Ontario’s decision to keep students at home questioned by critics: Ontario’s decision to keep many of its students at home and learning remotely – setting it apart from the rest of Canada – is under the microscope as the debate intensifies around transmission rates among children and the harmful social and academic effects of school closings.

Also: Teachers voice concerns over parents interfering during online classes

Erin O’Toole moves to oust Derek Sloan from caucus over white supremacist donation: Conservative Leader Erin O’Toole wants to oust MP and failed leadership candidate Derek Sloan from the Tory caucus over his campaign’s acceptance of a donation from a white supremacist.

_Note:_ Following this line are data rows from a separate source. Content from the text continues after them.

/// The search's numbers of a 13C instance, as `CarbonPrepared` fills them
/// (the cost terms of `score::carbon`).
fn carbon_costs(
    spectrum: &CarbonSpectrum,
    predicted: &[PredictedCarbon],
    model: &ScoringModel,
) -> Costs {
    let lines = &spectrum.lines;
    Costs {
        groups: predicted.len(),
        multiplets: lines.len(),
        pair: predicted
            .iter()
            .flat_map(|p| {
                lines
                    .iter()
                    .map(|l| score::carbon::pair_cost(model, p, l).total())
            })
            .collect(),
        unassigned: predicted
            .iter()
            .map(|p| score::carbon::unassigned_cost(model, p))
            .collect(),
        hydrogens: predicted.iter().map(|p| p.carbons).collect(),
        observed_h: lines.iter().map(|l| l.count.map(f64::from)).collect(),
        empty: lines
            .iter()
            .map(|l| score::carbon::empty_cost(model, l))
            .collect(),
        overlap: vec![model.carbon.overlap; lines.len()],
        abs_sigma: model.carbon.count_sigma,
        rel_sigma: 0.0,
    }
}

/// Seconds per 13C candidate (the ranking's scorer: pair costs and
/// search) over the instances, the median of five rounds.
fn time_carbon(instances: &[(CarbonSpectrum, Vec<PredictedCarbon>)], model: &ScoringModel) -> f64 {
    let prepared: Vec<CarbonPrepared> = instances
        .iter()
        .map(|(s, _)| CarbonPrepared::new(s, model))
        .collect();
    if std::env::var_os("DIGEST").is_some() {
        let mut hash = 0xcbf2_9ce4_8422_2325u64;
        for (p, (_, predicted)) in prepared.iter().zip(instances) {
            let s = p.score(predicted, f64::INFINITY).expect("optimum");
            fnv(&mut hash, s.cost.to_bits());
            for a in &s.assigned {
                fnv(&mut hash, a.map_or(u64::MAX, |x| x as u64));
            }
        }
        print!("  scorer digest {hash:016x}");
    }
    median_of_rounds(|| {
        for (p, (_, predicted)) in prepared.iter().zip(instances) {
            p.score(predicted, f64::INFINITY).expect("optimum");
        }
        instances.len()
    })
}

fn main() {
    let model = ScoringModel::embedded();
    println!(
        "machine: {}, {} threads available, one used",
        cpu_model(),
        num_cpus()
    );
    println!("time per candidate (mean), new search beside the previous one (skipped once above {OLD_CAP_S} s)");
    let sizes: Vec<usize> = match std::env::var("SIZES") {
        Ok(t) => t
            .split(',')
            .map(|x| x.trim().parse().expect("SIZES=5,30 (multiplet counts)"))
            .collect(),
        Err(_) => ALL_SIZES.to_vec(),
    };
    let series = std::env::var("SERIES").unwrap_or_default();
    let on = |name: &str| series.is_empty() || series.split(',').any(|s| s == name);

    if on("realistic") {
        println!("\nrealistic: M distinct-shift multiplets, M groups (20 instances per size)");
        println!("  M    G        new            nodes            old              nodes");
        let mut old_on = std::env::var_os("NEW_ONLY").is_none();
        let mut st = 0x2545_f491_4f6c_dd1du64;
        let mut times = vec![];
        for &m in &ALL_SIZES {
            // Every size's instances are drawn, so a size has the same ones
            // whatever SIZES picks.
            let instances: Vec<Costs> = (0..20).map(|_| realistic(m, &mut st, &model)).collect();
            if !sizes.contains(&m) {
                continue;
            }
            times.push((m, row(m, &instances, &mut old_on)));
            println!();
        }
        ratio(&times);
    }

    if on("adversarial") {
        println!("\nadversarial: M x \"1.30 (m, 1H)\" against CCCCCCCCC(C)CCCCCC(C)CCC (predicted, CDCl3, 400 MHz)");
        println!("  M    G        new            nodes            old              nodes");
        let predictor = Predictor::embedded().expect("predictor");
        let opts = predictor.options("CDCl3", 400.0).expect("options");
        let mol = parse_smiles("CCCCCCCCC(C)CCCCCC(C)CCC").expect("SMILES");
        let predicted = predictor.predict(&mol, &opts);
        let mut old_on = std::env::var_os("NEW_ONLY").is_none();
        let mut times = vec![];
        for &m in &sizes {
            times.push((
                m,
                row(m, &[adversarial(m, &predicted, &model)], &mut old_on),
            ));
            println!();
        }
        ratio(&times);
    }

    if on("13C") {
        println!("\n13C: M distinct-shift lines, M predicted classes (20 instances per size); the search alone, then the ranking's scorer (pair costs and search)");
        println!(
            "  M    G        new            nodes            old              nodes      scorer"
        );
        let mut st = 0x9e37_79b9_7f4a_7c15u64;
        let (mut times, mut scorer) = (vec![], vec![]);
        let mut old_on = std::env::var_os("NEW_ONLY").is_none();
        for &m in &ALL_SIZES {
            let instances: Vec<_> = (0..20).map(|_| carbon_instance(m, &mut st)).collect();
            if !sizes.contains(&m) {
                continue;
            }
            let costs: Vec<Costs> = instances
                .iter()
                .map(|(s, p)| carbon_costs(s, p, &model))
                .collect();
            times.push((m, row(m, &costs, &mut old_on)));
            let t = time_carbon(&instances, &model);
            println!(" {:>8.4} ms", t * 1e3);
            scorer.push((m, t));
        }
        ratio(&times);
        print!("  scorer:");
        ratio(&scorer);
    }
}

IIHF drops Belarus as co-host of world hockey championship: The International Ice Hockey Federation said it has dropped Belarus as one of the two countries that will host the 2021 World Hockey Championships “in the face of the growing safety and security concerns related to both the rising political unrest and COVID-19.”

Also: Opinion: Standing up for human rights in Belarus is moral duty, not political interference

Russian opposition leader jailed on return to country: Russian opposition leader Alexey Navalny was ordered jailed for 30 days by a judge after returning from Germany where he was recovering from nerve agent poisoning that he blames on President Vladimir Putin’s government.

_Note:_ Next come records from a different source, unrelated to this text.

impl<'a> CarbonCtx<'a> {
    pub fn new(t: &'a CarbonTable, v: &'a View) -> CarbonCtx<'a> {
        let mut types = [0u8; super::view::MAX_ATOMS];
        for (a, x) in types.iter_mut().enumerate().take(v.n) {
            *x = atom_type(v, a);
        }
        let mut groups = [NO_GROUP; super::view::MAX_ATOMS];
        if !t.group_ids.is_empty() {
            for (a, g) in groups.iter_mut().enumerate().take(v.n) {
                *g = t
                    .group_ids
                    .get(&group_key(v, &types, a))
                    .copied()
                    .unwrap_or(NO_GROUP);
            }
        }
        CarbonCtx {
            t,
            v,
            types,
            groups,
        }
    }

    /// Shift and sigma of carbon `c`: base of its class, the increment of
    /// every atom within four bonds by its distance (shortest path), the
    /// two-bond paths, the groups within [`GROUP_DIST`] bonds (the centre's
    /// own included), and the ring correction of the smallest ring through
    /// `c`.
    pub fn shift(&self, c: usize) -> (f64, f64) {
        let v = self.v;
        let centre = self.t.centre_class(v, c);
        let (mut s, sigma) = self.t.base[centre as usize];
        s += self.t.group(centre, 0, self.groups[c]);
        walk(v, c, |d, y| {
            s += self.t.inc(centre, self.types[y])[d];
            if d < GROUP_DIST {
                s += self.t.group(centre, d + 1, self.groups[y]);
            }
        });
        paths(v, c, |x, multiple, y| {
            s += self.t.pair(centre, self.types[x], multiple, self.types[y]);
        });
        let ring = v.ring_size[c] as usize;
        if ring < 9 {
            s += self.t.ring[centre as usize][ring];
        }
        (s, sigma)
    }

    /// One [`PredictedCarbon`] per carbon symmetry class (`orb`: orbit id
    /// per atom), written into `out` (its elements reused), highest shift
    /// first; shifts and sigmas rounded to 0.1 ppm.
    pub fn predict(&self, orb: &[u8], out: &mut Vec<PredictedCarbon>) {
        let v = self.v;
        let mut class_of = [u8::MAX; 256];
        let mut used = 0usize;
        for (a, &o) in orb.iter().enumerate().take(v.n) {
            if v.element[a] != Element::C {
                continue;
            }
            let o = o as usize;
            if class_of[o] == u8::MAX {
                class_of[o] = used as u8;
                let (shift, sigma) = self.shift(a);
                let p = PredictedCarbon {
                    shift: round1(shift),
                    sigma: round1(sigma),
                    carbons: 0,
                    hydrogens: v.h[a],
                    atoms: Vec::new(),
                    halves: false,
                };
                if used < out.len() {
                    let q = &mut out[used];
                    q.atoms.clear();
                    q.shift = p.shift;
                    q.sigma = p.sigma;
                    q.carbons = 0;
                    q.hydrogens = p.hydrogens;
                    q.halves = false;
                } else {
                    out.push(p);
                }
                used += 1;
            }
            let q = &mut out[class_of[o] as usize];
            q.carbons += 1;
            q.atoms.push(a);
        }
        out.truncate(used);
        // Diastereotopic methyl pairs (src/predict/groups.rs): the class
        // may be read as two, the first half of its atoms one methyl of
        // each pair.
        if super::groups::has_stereocentre(v, orb) {
            let mut marked = 0;
            for q in out.iter_mut() {
                if marked == super::groups::MAX_HALVES || q.hydrogens != 3 {
                    continue;
                }
                let atoms = q.atoms.iter().fold(0u64, |m, &a| m | 1u64 << a);
                let half = super::groups::methyl_pair_half(v, orb, atoms);
                if half != 0 {
                    q.atoms.clear();
                    q.atoms.extend(bits(half).chain(bits(atoms & !half)));
                    q.halves = true;
                    marked += 1;
                }
            }
        }
        out.sort_by(|a, b| {
            b.shift
                .partial_cmp(&a.shift)
                .unwrap_or(std::cmp::Ordering::Equal)
                .then(a.atoms.cmp(&b.atoms))
        });
    }
}

/// Call `f(d, atom)` for every atom at distance d + 1 (d = 0..DIST) from
/// `c` along shortest paths, breadth first over neighbour bitsets.
#[inline]
fn walk(v: &View, c: usize, mut f: impl FnMut(usize, usize)) {
    let mut seen = 1u64 << c;
    let mut front = seen;
    for d in 0..DIST {
        let mut next = 0u64;
        for x in bits(front) {
            next |= v.adj[x];
        }
        next &= !seen;
        if next == 0 {
            break;
        }
        seen |= next;
        for y in bits(next) {
            f(d, y);
        }
        front = next;
    }
}

/// Index of a path term in [`CarbonTable::pair`].
#[inline]
fn pair_index(centre: usize, via: usize, multiple: bool, ty: usize) -> usize {
    ((centre * 2 + multiple as usize) * NT + via) * NT + ty
}

/// Call `f(x, multiple, y)` for every path c-x-y to an atom y two bonds
/// from `c` (shortest distance 2): x an alpha atom, `multiple` whether the
/// c-x bond is double, triple or aromatic. Every such path counts, so the
/// sum does not depend on the atom order.
#[inline]
fn paths(v: &View, c: usize, mut f: impl FnMut(usize, bool, usize)) {
    let alpha = v.adj[c];
    let mut beta = 0u64;
    for x in bits(alpha) {
        beta |= v.adj[x];
    }
    beta &= !alpha & !(1u64 << c);
    for k in 0..v.deg[c] as usize {
        let x = v.nbr[c][k] as usize;
        let multiple = v.bond[c][k] != super::view::SINGLE;
        for y in bits(v.adj[x] & beta) {
            f(x, multiple, y);
        }
    }
}

/// The terms [`CarbonCtx::shift`] sums for carbon `c`, by name: its centre
/// class, its smallest ring (0 none), and (atom type, distance 1-4) for
/// every atom within four bonds. For the fitting script
/// (`examples/carbon_fit_data.rs`).
pub fn environment(t: &CarbonTable, v: &View, c: usize) -> Environment {
    let name = |a: usize| ATOM_TYPES[atom_type(v, a) as usize];
    let mut terms = Vec::new();
    walk(v, c, |d, y| terms.push((name(y), d as u8 + 1)));
    let mut path_terms = Vec::new();
    paths(v, c, |x, multiple, y| {
        path_terms.push((name(x), multiple, name(y)))
    });
    let types: Vec<u8> = (0..v.n).map(|a| atom_type(v, a)).collect();
    let mut groups = vec![(group_name(v, &types, c), 0u8)];
    walk(v, c, |d, y| {
        if d < GROUP_DIST {
            groups.push((group_name(v, &types, y), d as u8 + 1));
        }
    });
    Environment {
        centre: CENTRES[t.centre_class(v, c) as usize].0,
        ring: v.ring_size[c],
        terms,
        paths: path_terms,
        groups,
    }
}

Presumed consent around organ donation takes effect in Nova Scotia: Nova Scotia is now the first jurisdiction in North America to implement presumed consent around organ donation, a move health officials believe could see a significant rise in the number of donors over the next few years.


MORNING MARKETS

World shares climb: Global shares climbed and the U.S. dollar eased on Tuesday ahead of Janet Yellen’s Treasury Secretary confirmation speech, in which she is expected to bolster the case for heavy fiscal stimulus in the world’s largest economy. Just before 6 a.m. ET, Britain’s FTSE 100 was up 0.12 per cent. Germany’s DAX gained 0.18 per cent. France’s CAC 40 slid 0.05 per cent. In Asia, Japan’s Nikkei gained 1.39 per cent. Hong Kong’s Hang Seng jumped 2.7 per cent. New York futures were higher. The Canadian dollar was trading at 78.59 US cents.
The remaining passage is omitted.